Lessons Learned with Logstash (so far)

So far my experiences with the Elasticsearch stack (ES) have been very positive. I've had it installed on OpenBSD 6.0 (amd64 on virtualbox on wind10) and 6.1 (amd64 on 2012R2 Hyper-V) with vast version differences between the two. I've learned some things along the way, and thought I'd take a second to account for them, specifically as it relates to Logstash.


Use a grok tool to assist in filter building

A lot of forum/blog posts advocate ditching the tedious process of regex-building, opting instead for the use of the kv filter,and then moving on with your life. Perhaps that's a possibility for some, but in my case the kv filter (which stands for key/value for things like 'box=blah') simply wasn't going to work. In specific, Windows event logs (translated to syslog via syslogagent) often will break any kind of logic from other event logs, and some defy any logic whatsoever.

So if regex filters are as important to you in Logstash as they are to me, you're going to be spending a lot of time working with them. My philosophy regarding the ES stack is that Logstash is on the front-lines of the battle, and can significantly ease Elasticsearch's work as well as the end-user's, so spending a proportionally large amount of time in Logstash versus ES itself or Kibana in my estimation is time well-spent.

Don't beat your head against a wall testing your grok regex's with live (or even test) logs in Logstash. I don't have any affiliation with the following site, but grok constructor  really has been helpful to me. It's probably like a lot of similar sites, where multiple logs can be loaded for multiple parse tests on a single regex, and allow you to specify your list of grok patterns so you can actually test what you will use. Once I successfully testbuild a regex here, I literally copy-n-paste it into my Logstash configuration.

Break up your logging devices by port and type

You can easily and permanently limit any 'damage' done by regexs for some devices that end up catching logs from others by categorizing logging devices by which destination port they report to the Logstash server on. Syslog is 514 and Logstash seems to like 5000, so in my implementations I start with 5001 for Juniper, 5002 for Fortinet, and 5003 for Windows, and on.
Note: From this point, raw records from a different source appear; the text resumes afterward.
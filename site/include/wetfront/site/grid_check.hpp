// Is the site's grid fine enough? The season runs again on cells of half the size, and the
// change of season recharge and of each sensor's simulated values says whether the answer
// still depends on the grid (a refinement check, as in any convergence study: halve the cells
// and compare).
#pragma once

#include <string>
#include <vector>

#include "wetfront/site/run_season.hpp"
#include "wetfront/solver/grid.hpp"

namespace wetfront::site {

// Limits of this check, our own choice: the recharge changes by less than 1 %, the heads at
// each tensiometer by less than 5 cm RMS (about the reading noise of a field tensiometer,
// common practice), the water contents at each probe by less than 0.01 cm3/cm3 RMS (the
// accuracy usually quoted for a calibrated probe, common practice).
inline constexpr double kGridRechargeLimit = 0.01;
inline constexpr double kGridHeadLimitCm = 5.0;
inline constexpr double kGridWaterContentLimit = 0.01;

struct SensorGridChange {
  std::string name;
  std::string quantity;  // "pressure head" or "water content"
  std::string unit;      // "cm" or "cm3/cm3"
  int readings = 0;      // readings the fit uses that both runs simulate
  double rms_change = 0;
  double largest_change = 0;
  bool too_coarse = false;
};

struct GridCheck {
  std::size_t cells = 0, finer_cells = 0;
  bool finer_complete = true;
  std::string finer_failure;  // why the finer run stopped, when it did
  double recharge_cm = 0;     // at the recharge plane over the run, positive down
  double finer_recharge_cm = 0;
  double recharge_change = 0;  // relative: (finer - this) / |finer|
  bool recharge_too_coarse = false;
  std::vector<SensorGridChange> sensors;
  bool too_coarse() const;
};

// The same request with every cell of the grid it builds cut in two: exactly half the cell
// size everywhere, the same kept faces and the same grading.
solver::GridRequest halved(const solver::GridRequest& request);

// Runs `site` on the halved grid and compares it with `result`, a run of the same site.
GridCheck check_grid(const SiteSetup& site, const SeasonResult& result, const std::string& program_version,
                     const Simulate& simulate = {});

}  // namespace wetfront::site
This also helps with _grokparsefailure identification in Kibana because now you can easily filter by type and be sure you're only looking at what you really want.

The port/type backstory

I stumbled into this practice on accident, grappling with what is likely Logstash's dirty little secret- that being problems with non-standard reporting devices. If you've scratched your head over a perfectly-constructed grok filter that works but still produces a _grokparsefailure tag, this is for you. It turns out that Logstash uses grok filtering internally on logs of type 'syslog', separately from anything you configure. For devices that don't "play nice" with their syslog reporting (read: Fortinet, Juniper, and more) Logstash will make it's displeasure known by attaching the _grokparsefailure tag to what it ships to ES. 
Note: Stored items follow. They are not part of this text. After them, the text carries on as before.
// Calendar origin text for time axes, and the layer table taken from a soil profile.
#include <gtest/gtest.h>

#include "wetfront/profiles/layer_table.hpp"
#include "wetfront/profiles/time_axis.hpp"

namespace wetfront::profiles {
namespace {

TEST(TimeAxis, DateAndDateTimeBecomeDaysSinceUnits) {
  EXPECT_EQ(days_since_units("2025-04-01"), "days since 2025-04-01");
  EXPECT_EQ(days_since_units("2025-04-01T06:30"), "days since 2025-04-01 06:30:00");
  EXPECT_EQ(days_since_units("2024-02-29T23:59:59"), "days since 2024-02-29 23:59:59");
}

TEST(TimeAxis, OtherTextIsRejectedWithTheAcceptedForms) {
  for (const char* text : {"2025-13-01", "2025-02-30", "01/04/2025", "2025-04-01 06:30", "2025-04-01Tnoon", ""}) {
    try {
      days_since_units(text);
      ADD_FAILURE() << "accepted '" << text << "'";
    } catch (const std::invalid_argument& error) {
      EXPECT_NE(std::string(error.what()).find("expected YYYY-MM-DD"), std::string::npos) << error.what();
    }
  }
}

TEST(LayerTable, EveryModelListsItsParametersWithUnits) {
  soils::VanGenuchtenMualem loam{0.078, 0.43, 0.036, 1.56, 24.96, 0.5};
  soils::VanGenuchtenAirEntry clay{{0.07, 0.36, 0.005, 1.09, 0.48, 0.5}, -2.0};
  soils::BrooksCorey sand{0.02, 0.40, -15.0, 0.7, 500.0};
  soils::GardnerExponential silt{0.05, 0.45, 0.02, 12.0};
  const soils::LayeredProfile profile(
      {{"a", 0, 10, loam}, {"b", 10, 20, clay}, {"c", 20, 30, sand}, {"d", 30, 50, silt}});
  const auto table = describe_layers(profile);
  ASSERT_EQ(table.size(), 4u);
  EXPECT_EQ(table[0].model_name, "van Genuchten-Mualem");
  ASSERT_EQ(table[0].parameters.size(), 6u);
  EXPECT_EQ(table[0].parameters[2].name, "alpha");
  EXPECT_EQ(table[0].parameters[2].value, 0.036);
  EXPECT_EQ(table[0].parameters[2].unit, "1/cm");
  EXPECT_EQ(table[1].model_name, "van Genuchten-Mualem with air-entry head");
  ASSERT_EQ(table[1].parameters.size(), 7u);
  EXPECT_EQ(table[1].parameters[6].name, "air_entry_head");
  EXPECT_EQ(table[1].parameters[6].value, -2.0);
  EXPECT_EQ(table[2].model_name, "Brooks-Corey-Burdine");
  EXPECT_EQ(table[2].parameters[2].name, "bubbling_head");
  EXPECT_EQ(table[2].parameters[4].value, 500.0);
  EXPECT_EQ(table[3].model_name, "Gardner exponential");
  EXPECT_EQ(table[3].parameters[2].unit, "1/cm");
  EXPECT_EQ(table[3].top_depth_cm, 30.0);
  EXPECT_EQ(table[3].bottom_depth_cm, 50.0);
  EXPECT_EQ(table[3].name, "d");
}

}  // namespace
}  // namespace wetfront::profiles
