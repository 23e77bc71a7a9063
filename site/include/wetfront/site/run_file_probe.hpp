// A first read of a run file in a child process, so that a damaged file cannot crash the reader.
#pragma once

#include <string>

namespace wetfront::site {

// Debian's libhdf5 1.10 crashes or loops on some damaged files (a corrupt global heap of
// variable-length strings; found by fuzz/fuzz_run_file). The file is read once in a child
// process with no output; a child that is killed, aborts, runs out of memory or takes longer
// than `seconds` makes this throw base::InputError naming the file as damaged. A file the child
// reads, or refuses with RunFileError, is left to the real read. Where fork fails, nothing is
// checked.
void probe_run_file(const std::string& path, int seconds = 60);

}  // namespace wetfront::site
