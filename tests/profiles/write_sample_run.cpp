// Writes the synthetic run record to the path given, for the h5py and plotting tests.
#include <exception>
#include <iostream>

#include "sample_record.hpp"
#include "wetfront/profiles/run_file.hpp"

int main(int argc, char** argv) {
  if (argc != 2) {
    std::cerr << "usage: write_sample_run OUTPUT.h5\n";
    return 2;
  }
  try {
    wetfront::profiles::write_run(argv[1], wetfront::profiles::testing::sample_record());
  } catch (const std::exception& error) {
    std::cerr << error.what() << '\n';
    return 1;
  }
  return 0;
}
Once I realized that all these maddening _grokparsefailures where not my fault (a whole bunch more were my fault), I did three things-
  1. Moved my error log file to a larger capacity portion of my filesystem (from /var/log/ to /home/)
  2. Confirmed that every filter had a tag attached to it
  3. Separated incoming devices by port and assigned a type.
This had a great outcome- as soon as I re-classified incoming logs as anything other than syslog, Logstash itself stopped fretting over whether the incoming log was of a 'proper' format or not. That instantly made my failure logs drop, which also slowed the strain on capacity for my filesystem. Lots of big wins here!
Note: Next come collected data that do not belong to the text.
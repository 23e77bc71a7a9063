#!/usr/bin/python3
"""A general HDF5 reader (h5py) understands a wetfront run file on its own terms:
long_name on every variable, units on every number, time and depth axes as HDF5 dimension
scales (the netCDF-4 dimensions).

Usage: h5py_reads_run_file.py RUN_FILE.h5   (written by write_sample_run)
"""
import sys

import h5py
import numpy as np


def text(value):
    return value.decode() if isinstance(value, bytes) else str(value)


def scale_name(dataset, dimension):
    """Name of the dimension scale attached to one dimension, or None."""
    try:
        scales = dataset.dims[dimension]
        return scales[0].name if len(scales) > 0 else None
    except (RuntimeError, IndexError):
        return None


def main(path):
    failures = []

    def expect(condition, message):
        if not condition:
            failures.append(message)

    with h5py.File(path, "r") as run:
        expect(text(run.attrs["record_format"]) == "wetfront run record", "record_format")
        expect(int(run.attrs["complete"]) == 1, "complete should be 1")
        expect(text(run.attrs["run_start_date"]) == "2025-04-01", "run_start_date")
        expect("positive downward" in text(run.attrs["sign_convention"]), "sign_convention text")
        for key in ("program_version", "site_name", "input_hash"):
            expect(key in run.attrs, f"root attribute {key}")

        datasets = []
        run.visititems(lambda name, obj: datasets.append(name) if isinstance(obj, h5py.Dataset) else None)
        expect(len(datasets) >= 40, f"only {len(datasets)} datasets")
        for name in datasets:
            attrs = run[name].attrs
            if text(attrs.get("NAME", "")).startswith("This is a netCDF dimension but not a netCDF variable."):
                continue  # a dimension without values, not a variable
            expect("long_name" in attrs, f"/{name} lacks long_name")
            is_text = run[name].dtype.kind in "OSU"
            if is_text:
                expect("units" not in attrs, f"text /{name} has units")

        time = run["time"]
        expect(text(time.attrs["units"]) == "days since 2025-04-01", "time units")
        expect(np.array_equal(time[...], np.arange(31.0)), "time values 0..30")

        head = run["pressure_head"]
        expect(head.shape == (31, 20), f"pressure_head shape {head.shape}")
        expect(text(head.attrs["units"]) == "cm", "pressure_head units")
        # The axes are found through the dimension-scale API, not by naming convention.
        expect(scale_name(head, 0) == "/time", f"pressure_head axis 0 is {scale_name(head, 0)}")
        expect(scale_name(head, 1) == "/cell_depth", f"pressure_head axis 1 is {scale_name(head, 1)}")
        if scale_name(head, 1):
            expect(np.allclose(head.dims[1][0][...], np.arange(20) * 5.0 + 2.5), "cell depths from the scale")

        flux = run["face_flux"]
        expect(scale_name(flux, 1) == "/face_depth", "face_flux attached to face_depth")
        expect(flux.dims[1][0].shape == (21,), "21 faces")
        expect(text(run["face_depth"].attrs["positive"]) == "down", "depth axis positive down")

        for term in ("water_input", "infiltration", "bottom_flux", "soil_storage", "balance_error"):
            ds = run[f"balance/{term}"]
            expect(scale_name(ds, 0) == "/balance/time", f"balance/{term} on the group's time axis")
            expect(text(ds.attrs["units"]) == "cm", f"balance/{term} units")
        plane = run["balance/plane_flux"]
        expect(scale_name(plane, 1) == "/balance/plane_depth", "plane_flux attached to plane_depth")
        expect(np.array_equal(run["balance/time"][...], time[...]), "balance time axis copies /time")

        visits = run["visits"]
        ends = visits["interval_end"][...]
        expect(np.array_equal(ends, [7.0, 14.0, 21.0, 30.0]), f"visit interval ends {ends}")
        expect(scale_name(visits["water_input"], 0) == "/visits/interval_end", "visit table axis")
        # Per-visit rows add up to the season total of the cumulative series.
        for term in ("water_input", "transpiration", "bottom_flux"):
            season = run[f"balance/{term}"][-1] - run[f"balance/{term}"][0]
            expect(abs(visits[term][...].sum() - season) < 1e-12, f"visit {term} sum")
        storage = run["balance/soil_storage"][...]
        expect(abs(visits["storage_change"][...].sum() - (storage[-1] - storage[0])) < 1e-12, "storage change sum")

        layers = run["inputs/layers"]
        names = [text(n) for n in layers["name"][...]]
        expect(names == ["loam topsoil", "sandy loam subsoil"], f"layer names {names}")
        expect(scale_name(layers["name"], 0) == "/inputs/layers/layer", "layer dimension")
        forcing = run["inputs/forcing"]
        expect(forcing["water_input"].shape == (30,), "30 forcing intervals")
        expect(text(forcing["water_input"].attrs["units"]) == "cm/d", "forcing units")
        sensors = run["sensors"]
        expect([text(n) for n in sensors["sensor"][...]][0] == "tensiometer 15 cm", "sensor names")
        expect(scale_name(sensors["depth"], 0) == "/sensors/sensor", "sensor depth along the sensor dimension")
        expect(int(run["run_statistics/steps"][()]) == 412, "run statistics")

        # Field checks per visit interval, each group along its own interval_end (invented sample values).
        darcy = run["recharge_estimates/darcy"]
        expect(scale_name(darcy["amount"], 0) == "/recharge_estimates/darcy/interval_end",
               "Darcy amount on the visit-interval axis")
        expect(text(darcy["amount"].attrs["units"]) == "cm", "Darcy amount units")
        expect(np.isnan(darcy["amount"][0]) and darcy["amount"][1] == 0.12, "Darcy amounts")
        expect([text(a) for a in darcy["agreement"][...]] == ["no estimate", "agree", "agree", "differ"], "Darcy agreement")
        expect([text(n) for n in darcy["sensor"][...]] == ["tensiometer 15 cm", "tensiometer 70 cm"], "Darcy pair")
        table = run["recharge_estimates/water_table"]
        expect(scale_name(table["amount"], 0) == "/recharge_estimates/water_table/interval_end",
               "water-table amount on the visit-interval axis")
        expect(abs(table["specific_yield"][()] - 0.15) < 1e-15, "specific yield")
        expect(text(table["recession_rate"].attrs["units"]) == "cm/d", "recession rate units")
        expect(text(table["end_depth"].attrs["positive"]) == "down", "water-table depth positive down")
        stored = run["stored_water"]
        expect(scale_name(stored["observed"], 0) == "/stored_water/storage_time", "stored water on its time axis")
        expect(text(stored["storage_time"].attrs["units"]) == "days since 2025-04-01", "stored water time units")
        expect(scale_name(stored["observed_change"], 0) == "/stored_water/interval_end",
               "storage change on the visit-interval axis")
        expect(np.allclose(stored["depth"][...], [15.0, 40.0, 70.0]), "stored water depths")

    for message in failures:
        print("FAIL:", message)
    print(f"{len(failures)} failure(s)")
    return 1 if failures else 0


if __name__ == "__main__":
    sys.exit(main(sys.argv[1]))
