// Field conductivity analyses run from CSV files: shared by `wetfront soil permeameter`,
// `wetfront soil infiltrometer` and `wetfront soil layer`.
#pragma once

#include <string>
#include <vector>

#include "wetfront/site/report_table.hpp"
#include "wetfront/soils/steady_rate.hpp"

namespace wetfront::site {

struct PermeameterInputs {
  std::string file;
  std::string well_radius = "";     // text with unit, e.g. "3 cm"
  std::string reservoir_area = "";  // text with unit, e.g. "35.3 cm2"
  std::string soil_category = "structured";
  bool single_head_only = false;
  soils::SteadinessTolerances tolerances;
};

struct InfiltrometerInputs {
  std::string file;
  std::string disc_radius = "";  // e.g. "10 cm"
  std::string tower_area = "";   // e.g. "20 cm2"
  soils::SteadinessTolerances tolerances;
};

// What a field analysis found: tables for the report, the conductivity to use, a one-line
// statement of where it came from, and warnings for the user.
struct FieldReport {
  std::vector<ReportTable> tables;  // the last one is the results table written by --csv
  double saturated_conductivity_cm_per_d = 0.0;
  std::string provenance;
  std::vector<std::string> warnings;
};

FieldReport analyse_permeameter(const PermeameterInputs& inputs);
FieldReport analyse_infiltrometer(const InfiltrometerInputs& inputs);

}  // namespace wetfront::site
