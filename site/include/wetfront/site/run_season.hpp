// A season at a site, run and checked: what a script, a benchmark or the command line calls
// to "run a season and check it". Reads no command-line options and prints nothing.
#pragma once

#include <filesystem>
#include <functional>
#include <string>

#include "wetfront/profiles/run_file_stream.hpp"
#include "wetfront/profiles/run_record.hpp"
#include "wetfront/site/season_setup.hpp"
#include "wetfront/site/sensor_check.hpp"
#include "wetfront/site/simulated_profiles.hpp"
#include "wetfront/site/site_file.hpp"
#include "wetfront/solver/column_problem.hpp"
#include "wetfront/solver/column_run.hpp"

namespace wetfront::site {

struct SeasonResult {
  Season season;               // the season as run (site values, forcing, problem, notes)
  profiles::RunRecord record;  // the run with its per-visit balance and field checks stored
  SensorCheck sensors;         // simulated against observed, per sensor and pooled
  bool complete = false;       // false when the solver stopped early (record marked incomplete)
};

// How the column problem is solved: solver::simulate, or a caller's wrapper around it (a
// progress line, a worker thread).
using Simulate = std::function<solver::ColumnRun(const solver::ColumnProblem&)>;

// The same when the profiles go to an observer as the run reaches them: solver::simulate(problem,
// observe), or a caller's wrapper around it.
using SimulateStreamed = std::function<solver::ColumnRun(const solver::ColumnProblem&, const solver::OutputObserver&)>;

// The record and field checks of a finished run of `season`.
SeasonResult finish_season(Season season, solver::ColumnRun run, const std::string& program_version);
// The same for a run that kept no profiles: the field checks read `simulated`, gathered as the
// run went.
SeasonResult finish_season(Season season, solver::ColumnRun run, const std::string& program_version,
                           const SensorProfiles& simulated);

// Runs `season` with every profile appended to `stream` as it is reached. The record keeps no
// profiles, so memory does not grow with cells times output times; the field checks read the
// few cells around the readings' depths, gathered on the way (SensorProfileGatherer). The caller
// then finishes and commits the stream with the result's record. Throws profiles::RunFileError
// when the stream cannot be written.
SeasonResult run_season_streamed(Season season, profiles::RunFileStream& stream, const std::string& program_version,
                                 const SimulateStreamed& simulate = {});

// Reads the site's field records, runs the season and checks it against the readings.
// Throws base::InputError for a site or record the program cannot use.
SeasonResult run_season(const SiteSetup& site, const std::string& program_version, const Simulate& simulate = {});

}  // namespace wetfront::site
I did not find this on my own. Aside from numerous google hits for things related to _grokparsefailure and matching, there was this very helpful article by James Turnbull on kartar.net .

Break up your configuration file

I've found that there is a sense of order and sanity in breaking up your configuration file into multiple configuration files. If there's more than one cook messing with your stew, you can limit any nuclear damage they do in a single file, and you can read multiple files of a configuration easier than one giant file. I've broken my into 
  • intro file with inputs and opening filter invocation
  • files by device or application
  • a general/misc/smaller configuration file for smaller stuff.
  • outro file with closing filter bracket and output stanza.
You'd think it would be easy to keep track of all those nested brackets, but after a couple thousand lines it can be a nightmare.


I'll put more here as I come up with it.